In the words of Bill O'Brien, a senior sergeant and the police media liaison at the time of the Aramoana tragedy, "the media is a very interesting animal".
Imagine there is a dangerous person with a gun on the rampage in a community and everybody is trying to cope.
The police are gathering their officers and those with specialist training for armed situations, there may already be seriously injured people, and family and friends, held back by police cordons or in other parts of the city or New Zealand, are distraught and desperate to be with their loved ones.

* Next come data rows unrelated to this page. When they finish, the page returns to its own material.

"""Proximity on the ellipsoid: search boxes, exact geodesic distances, distance to a site polygon.

Used by the nearby-mark search (``registry.selectors.nearby``). Pure computation, no Django.

Sources
-------
- Geodesic inverse/direct problems: C. F. F. Karney, "Algorithms for geodesics",
  *J. Geodesy* 87 (2013) 43–55, doi:10.1007/s00190-012-0578-z, as implemented by
  PROJ's ``geod`` (pyproj ``Geod``). Ellipsoid GRS80 (a = 6 378 137 m,
  1/f = 298.257222101; H. Moritz, "Geodetic Reference System 1980", *Bulletin
  Géodésique* 54 (1980) 395–405). WGS 84 differs from GRS80 only in 1/f
  (298.257223563): b differs by 0.105 mm, so distances up to 20 000 km differ by
  well under 1 mm, and for the tens of kilometres searched here by a few nanometres.
- Radii of curvature: meridian M(φ) = a(1−e²)/(1−e² sin²φ)^{3/2} and prime vertical
  N(φ) = a/(1−e² sin²φ)^{1/2} (e.g. W. Torge & J. Müller, *Geodesy*, 4th ed., de
  Gruyter 2012, §3.2.2; B. Hofmann-Wellenhof & H. Moritz, *Physical Geodesy*, 2nd
  ed., 2006, §5.3). Along any curve, dφ/ds = cos α / M and dλ/ds = sin α / (N cos φ),
  so a point within geodesic distance ρ of (φ0, λ0) has |φ − φ0| ≤ ρ / min M =
  ρ / (a(1−e²)) and |λ − λ0| ≤ ρ / (a cos φ_far), φ_far being the latitude of the box
  edge nearest a pole (N ≥ a). These two bounds make the latitude/longitude search box
  conservative: no point within ρ lies outside it.
- Sphere versus ellipsoid (for the PostGIS prefilter, which measures on a sphere of
  radius R): mapping the ellipsoid onto a sphere with the same latitude and longitude
  scales every line element by a factor between min(M, N)/R = a(1−e²)/R and
  max(M, N)/R = a/√(1−e²)/R, so every geodesic distance lies between those factors
  times the spherical distance. With PostGIS's R = (2a + b)/3 (IUGG mean radius R1)
  these are 0.99442 and 1.00449 (see ``sphere_distance_factors``).
- Point-in-polygon: the even–odd (crossing number) rule, e.g. J. O'Rourke,
  *Computational Geometry in C*, 2nd ed., Cambridge 1998, §7.4.

Polygon edges are taken as geodesics. RFC 7946 draws them as straight lines in
longitude/latitude; for site polygons of a few kilometres the two differ by
millimetres at most, far below what a search for nearby marks needs.
"""

from __future__ import annotations

import math
from dataclasses import dataclass
from typing import Any

import numpy as np
import pyproj

#: GRS80 semi-major axis (m) and flattening (Moritz 1980).
GRS80_A_M = 6_378_137.0
GRS80_F = 1.0 / 298.257222101
#: WGS 84 semi-major axis and flattening (NIMA TR8350.2, 3rd ed., 2000, table 3.1).
WGS84_A_M = 6_378_137.0
WGS84_F = 1.0 / 298.257223563

#: Relative safety added to the search box and sphere bounds: covers floating-point
#: rounding of stored coordinates; 1e-9 of 20 000 km is 2 cm, far inside the margins.
_REL_MARGIN = 1e-9
#: Absolute safety added to box half-widths (degrees; 1e-9° ≈ 0.1 mm).
_ABS_MARGIN_DEG = 1e-9

#: Largest extent of a site polygon accepted by ``distance_to_polygon_m`` (m).
MAX_POLYGON_EXTENT_M = 200_000.0

_GEOD = pyproj.Geod(ellps="GRS80")


class PolygonError(ValueError):
    """A site polygon that cannot be used; ``code`` is machine readable."""

    def __init__(self, message: str, *, code: str):
        super().__init__(message)
        self.code = code
        self.message = message


@dataclass(frozen=True)
class SearchBox:
    """A latitude/longitude box that contains every point within a geodesic radius.

    Attributes
    ----------
    lat_min_deg, lat_max_deg : float
        Latitude range (degrees), clipped to [-90, 90].
    lon_ranges_deg : tuple of (float, float)
        One longitude range, or two when the box crosses the antimeridian
        (each within [-180, 180]). ``((-180.0, 180.0),)`` when the box reaches a pole
        or is wider than the globe.
    """

    lat_min_deg: float
    lat_max_deg: float
    lon_ranges_deg: tuple[tuple[float, float], ...]

    @property
    def all_longitudes(self) -> bool:
        return self.lon_ranges_deg == ((-180.0, 180.0),)

    def contains(self, lat_deg, lon_deg) -> np.ndarray:
        """Which points (degrees) lie in the box (vectorised; edges inclusive)."""
        lat = np.asarray(lat_deg, dtype=float)
        lon = np.asarray(lon_deg, dtype=float)
        inside_lon = np.zeros(np.broadcast(lat, lon).shape, dtype=bool)
        for lo, hi in self.lon_ranges_deg:
            inside_lon |= (lon >= lo) & (lon <= hi)
        return (lat >= self.lat_min_deg) & (lat <= self.lat_max_deg) & inside_lon


def search_box(
    lat_deg: float, lon_deg: float, radius_m: float, *, a_m: float = GRS80_A_M, f: float = GRS80_F
) -> SearchBox:
    """Latitude/longitude box holding every point within ``radius_m`` of a point.

    Parameters
    ----------
    lat_deg, lon_deg : float
        Centre (degrees) on the ellipsoid (a_m, f); any frame, the box is frame-agnostic.
    radius_m : float
        Geodesic radius (m), ≥ 0.

    Returns
    -------
    SearchBox
        Conservative: no point within the radius lies outside (module docstring).
        It splits in two across the antimeridian and covers all longitudes once it
        reaches a pole.

    Examples
    --------
    >>> box = search_box(45.0, 179.99, 5000.0)
    >>> len(box.lon_ranges_deg)
    2
    >>> search_box(89.99, 10.0, 5000.0).all_longitudes
    True
    """
    if not (math.isfinite(lat_deg) and math.isfinite(lon_deg) and math.isfinite(radius_m)) or radius_m < 0:
        raise ValueError("search_box needs finite coordinates and a radius ≥ 0")
    e2 = f * (2.0 - f)
    dlat_deg = math.degrees(radius_m / (a_m * (1.0 - e2))) * (1.0 + _REL_MARGIN) + _ABS_MARGIN_DEG
    lat_lo = lat_deg - dlat_deg
    lat_hi = lat_deg + dlat_deg
    if lat_lo <= -90.0 or lat_hi >= 90.0:
        return SearchBox(max(lat_lo, -90.0), min(lat_hi, 90.0), ((-180.0, 180.0),))
    far_rad = math.radians(max(abs(lat_lo), abs(lat_hi)))
    dlon_deg = math.degrees(radius_m / (a_m * math.cos(far_rad))) * (1.0 + _REL_MARGIN) + _ABS_MARGIN_DEG
    if dlon_deg >= 180.0:
        return SearchBox(lat_lo, lat_hi, ((-180.0, 180.0),))
    lon_lo = lon_deg - dlon_deg
    lon_hi = lon_deg + dlon_deg
    ranges: tuple[tuple[float, float], ...]
    if lon_lo < -180.0:
        ranges = ((lon_lo + 360.0, 180.0), (-180.0, lon_hi))
    elif lon_hi > 180.0:
        ranges = ((lon_lo, 180.0), (-180.0, lon_hi - 360.0))
    else:
        ranges = ((lon_lo, lon_hi),)
    return SearchBox(lat_lo, lat_hi, ranges)


def sphere_distance_factors(
    *, a_m: float = WGS84_A_M, f: float = WGS84_F, sphere_radius_m: float | None = None
) -> tuple[float, float]:
    """Bounds (lo, hi) with lo·d_sphere ≤ d_ellipsoid ≤ hi·d_sphere for every pair of points.

    The sphere carries the same latitude and longitude as the ellipsoid (as PostGIS
    does for ``geography`` with ``use_spheroid = false`` and for the ``<->`` operator).
    Default radius: R1 = (2a + b)/3, the radius PostGIS uses for SRID 4326.

    Examples
    --------
    >>> lo, hi = sphere_distance_factors()
    >>> round(lo, 5), round(hi, 5)
    (0.99442, 1.00449)
    """
    b_m = a_m * (1.0 - f)
    radius_m = (2.0 * a_m + b_m) / 3.0 if sphere_radius_m is None else sphere_radius_m
    e2 = f * (2.0 - f)
    lo = a_m * (1.0 - e2) / radius_m
    hi = a_m / math.sqrt(1.0 - e2) / radius_m
    return lo * (1.0 - _REL_MARGIN), hi * (1.0 + _REL_MARGIN)


def geodesic_inverse(lat1_deg, lon1_deg, lat2_deg, lon2_deg) -> tuple[np.ndarray, np.ndarray]:
    """Geodesic distance (m) and forward azimuth at point 1 (degrees, [0, 360)) on GRS80.

    Vectorised (numpy broadcasting). Karney (2013) through pyproj ``Geod.inv``.

    Examples
    --------
    >>> d, az = geodesic_inverse(40.0, 0.0, 41.0, 1.0)
    >>> round(float(d), 3), round(float(az), 6)
    (139698.755, 37.0333)
    """
    lat1, lon1, lat2, lon2 = np.broadcast_arrays(
        *(np.asarray(x, dtype=float) for x in (lat1_deg, lon1_deg, lat2_deg, lon2_deg))
    )
    if lat1.size == 0:
        return np.zeros(lat1.shape), np.zeros(lat1.shape)
    az12, _az21, dist = _GEOD.inv(np.ravel(lon1), np.ravel(lat1), np.ravel(lon2), np.ravel(lat2))
    dist_m = np.asarray(dist, dtype=float).reshape(lat1.shape)
    az_deg = np.mod(np.asarray(az12, dtype=float), 360.0).reshape(lat1.shape)
    return dist_m, az_deg


def _geodesic_forward(lat_deg, lon_deg, az_deg, dist_m) -> tuple[np.ndarray, np.ndarray]:
    lon2, lat2, _ = _GEOD.fwd(np.ravel(lon_deg), np.ravel(lat_deg), np.ravel(az_deg), np.ravel(dist_m))
    return np.asarray(lat2, dtype=float), np.asarray(lon2, dtype=float)


# --------------------------------------------------------------------------- polygons


@dataclass(frozen=True)
class SitePolygon:
    """A parsed site polygon: exterior ring first, then holes; each (n, 2) [lat, lon] degrees, closed."""

    rings_latlon_deg: tuple[np.ndarray, ...]
    centre_lat_deg: float
    centre_lon_deg: float
    enclosing_radius_m: float


def _ring(raw: Any, where: str) -> np.ndarray:
    if not isinstance(raw, list) or len(raw) < 4:
        raise PolygonError(f"{where}: a ring needs at least four positions (closed).", code="polygon_ring_short")
    pts = []
    for pos in raw:
        if not (
            isinstance(pos, list | tuple)
            and len(pos) >= 2
            and all(isinstance(v, int | float) and not isinstance(v, bool) for v in pos[:2])
        ):
            raise PolygonError(f"{where}: every position is [longitude, latitude] in degrees.", code="polygon_position")
        lon, lat = float(pos[0]), float(pos[1])
        if not (math.isfinite(lat) and math.isfinite(lon) and -90.0 <= lat <= 90.0 and -180.0 <= lon <= 180.0):
            raise PolygonError(
                f"{where}: latitude must be within ±90° and longitude within ±180°.", code="polygon_range"
            )
        pts.append((lat, lon))
    ring = np.array(pts, dtype=float)
    if not np.array_equal(ring[0], ring[-1]):
        raise PolygonError(
            f"{where}: the first and last positions must be equal (RFC 7946 §3.1.6).", code="polygon_not_closed"
        )
    return ring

In the midst of all this tension and activity is the media, some of whom are pushing for more and more information, and this intrusion may even be putting lives at risk.
And for what?
A scoop.
A journalistic coup where they can share the story with the rest of the world before others.
But where is the line between being intrusive and insensitive and simply providing stories to keep the public up to date, something we consider our right?
The intensity of the media is huge and all-consuming, and it has become more so with developing technologies.
Already, so hungry can the media beast be that some representatives will turn up at the families of victims' houses, will telephone people who are hiding in their homes from a killer who may appear at any moment, and will ask friends and family of the dead victims how they are feeling about the loss.
Well, how do you think they would feel?
But the media is a hungry beast that must be fed.
The question though, and one posed by Mr O'Brien, is how much?
To deprive the media of food could result in false information being spread and this could have detrimental effects on court proceedings later.
There is also protocol to be followed.
Sometimes police cannot confirm information the media might know to be true.
For example, the media may ask whether a person is dead, but the police cannot confirm this until a doctor has examined the victim.
The question then still needs to be asked: What information should the media have access to and what avenues of finding out that information should be restricted or even forbidden?
Mr O'Brien's visit was funded by the New Zealand Book Council Writers in Schools Programme.
He is the author of Aramoana: Twenty-Two Hours of Terror.